-- Exercise prompt --
Every line of the following records that includes "schemas" should be copied.

-- Data extracts --
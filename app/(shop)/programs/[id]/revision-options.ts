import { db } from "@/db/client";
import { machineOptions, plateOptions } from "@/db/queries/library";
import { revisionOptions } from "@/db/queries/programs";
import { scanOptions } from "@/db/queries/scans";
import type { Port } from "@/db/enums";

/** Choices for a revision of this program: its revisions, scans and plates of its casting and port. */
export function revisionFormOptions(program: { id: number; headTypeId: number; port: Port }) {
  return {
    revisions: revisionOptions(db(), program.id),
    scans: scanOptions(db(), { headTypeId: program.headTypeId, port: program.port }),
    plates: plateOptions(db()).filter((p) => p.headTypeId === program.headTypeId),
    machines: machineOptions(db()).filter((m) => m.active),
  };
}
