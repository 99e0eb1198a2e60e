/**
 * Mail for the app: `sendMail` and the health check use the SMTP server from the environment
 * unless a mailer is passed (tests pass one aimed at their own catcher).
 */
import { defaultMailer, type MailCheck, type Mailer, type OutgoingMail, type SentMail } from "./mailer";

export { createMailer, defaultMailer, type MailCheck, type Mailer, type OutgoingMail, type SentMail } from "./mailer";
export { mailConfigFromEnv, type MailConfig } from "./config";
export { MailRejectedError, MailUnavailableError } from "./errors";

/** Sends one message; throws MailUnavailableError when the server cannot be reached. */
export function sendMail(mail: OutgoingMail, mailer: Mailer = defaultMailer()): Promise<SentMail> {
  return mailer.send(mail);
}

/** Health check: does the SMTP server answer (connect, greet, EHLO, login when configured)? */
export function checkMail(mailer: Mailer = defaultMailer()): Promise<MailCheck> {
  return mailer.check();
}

* * *

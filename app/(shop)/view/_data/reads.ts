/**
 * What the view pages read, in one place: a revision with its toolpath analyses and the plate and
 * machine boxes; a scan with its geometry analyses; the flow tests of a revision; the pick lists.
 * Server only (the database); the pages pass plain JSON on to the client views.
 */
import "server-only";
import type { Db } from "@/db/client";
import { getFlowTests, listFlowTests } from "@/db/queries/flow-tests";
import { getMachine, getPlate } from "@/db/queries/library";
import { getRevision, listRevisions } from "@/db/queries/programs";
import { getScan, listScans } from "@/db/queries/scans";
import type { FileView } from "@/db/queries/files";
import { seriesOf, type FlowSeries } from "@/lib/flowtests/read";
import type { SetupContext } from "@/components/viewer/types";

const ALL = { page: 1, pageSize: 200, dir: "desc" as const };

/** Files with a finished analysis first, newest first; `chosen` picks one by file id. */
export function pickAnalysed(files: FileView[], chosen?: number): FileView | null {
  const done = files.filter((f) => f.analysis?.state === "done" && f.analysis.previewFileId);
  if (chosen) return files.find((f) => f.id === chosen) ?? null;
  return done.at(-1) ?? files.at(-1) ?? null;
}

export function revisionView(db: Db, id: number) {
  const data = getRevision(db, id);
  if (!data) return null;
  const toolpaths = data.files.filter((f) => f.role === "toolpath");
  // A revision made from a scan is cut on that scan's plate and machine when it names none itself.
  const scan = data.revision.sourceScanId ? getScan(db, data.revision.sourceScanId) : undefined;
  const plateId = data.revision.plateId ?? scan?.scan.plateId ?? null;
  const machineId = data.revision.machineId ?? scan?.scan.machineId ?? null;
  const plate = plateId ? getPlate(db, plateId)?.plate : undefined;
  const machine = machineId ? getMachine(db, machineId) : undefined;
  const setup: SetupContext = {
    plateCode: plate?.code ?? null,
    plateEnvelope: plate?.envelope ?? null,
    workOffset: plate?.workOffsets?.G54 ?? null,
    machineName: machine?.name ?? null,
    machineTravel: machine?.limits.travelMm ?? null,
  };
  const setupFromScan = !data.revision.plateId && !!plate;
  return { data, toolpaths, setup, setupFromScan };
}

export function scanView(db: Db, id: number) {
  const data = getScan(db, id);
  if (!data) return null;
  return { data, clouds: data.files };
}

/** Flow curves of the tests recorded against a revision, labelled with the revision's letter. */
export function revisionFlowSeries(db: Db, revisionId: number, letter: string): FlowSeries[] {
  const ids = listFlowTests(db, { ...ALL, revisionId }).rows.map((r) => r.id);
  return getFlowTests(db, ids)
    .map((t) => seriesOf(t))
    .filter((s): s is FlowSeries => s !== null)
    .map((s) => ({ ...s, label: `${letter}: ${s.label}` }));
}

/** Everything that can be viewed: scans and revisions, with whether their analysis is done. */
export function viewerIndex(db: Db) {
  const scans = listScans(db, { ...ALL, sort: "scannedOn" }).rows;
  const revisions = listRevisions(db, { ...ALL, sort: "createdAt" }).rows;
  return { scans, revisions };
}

---

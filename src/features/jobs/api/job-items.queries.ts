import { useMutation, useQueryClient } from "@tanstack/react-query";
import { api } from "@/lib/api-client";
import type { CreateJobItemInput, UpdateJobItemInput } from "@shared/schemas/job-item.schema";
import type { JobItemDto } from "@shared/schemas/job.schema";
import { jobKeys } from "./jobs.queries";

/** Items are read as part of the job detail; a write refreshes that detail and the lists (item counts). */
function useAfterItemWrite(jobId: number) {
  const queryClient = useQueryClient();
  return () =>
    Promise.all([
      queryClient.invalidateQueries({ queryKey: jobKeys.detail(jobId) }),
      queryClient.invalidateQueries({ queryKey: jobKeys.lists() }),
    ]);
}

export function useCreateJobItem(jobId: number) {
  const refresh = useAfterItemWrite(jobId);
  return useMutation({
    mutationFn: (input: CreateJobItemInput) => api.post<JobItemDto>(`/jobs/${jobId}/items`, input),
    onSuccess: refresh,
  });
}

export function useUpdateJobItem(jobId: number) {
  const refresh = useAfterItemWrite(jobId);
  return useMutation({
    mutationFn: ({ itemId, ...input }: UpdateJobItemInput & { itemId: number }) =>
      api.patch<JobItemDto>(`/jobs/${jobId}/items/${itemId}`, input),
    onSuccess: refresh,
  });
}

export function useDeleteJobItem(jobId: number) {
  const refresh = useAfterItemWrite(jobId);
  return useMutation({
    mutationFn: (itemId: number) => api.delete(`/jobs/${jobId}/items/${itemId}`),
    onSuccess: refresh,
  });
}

-- Written solution --
import type { CreateJobItemInput, UpdateJobItemInput } from "@shared/schemas/job-item.schema";
import type { JobItemDto } from "@shared/schemas/job.schema";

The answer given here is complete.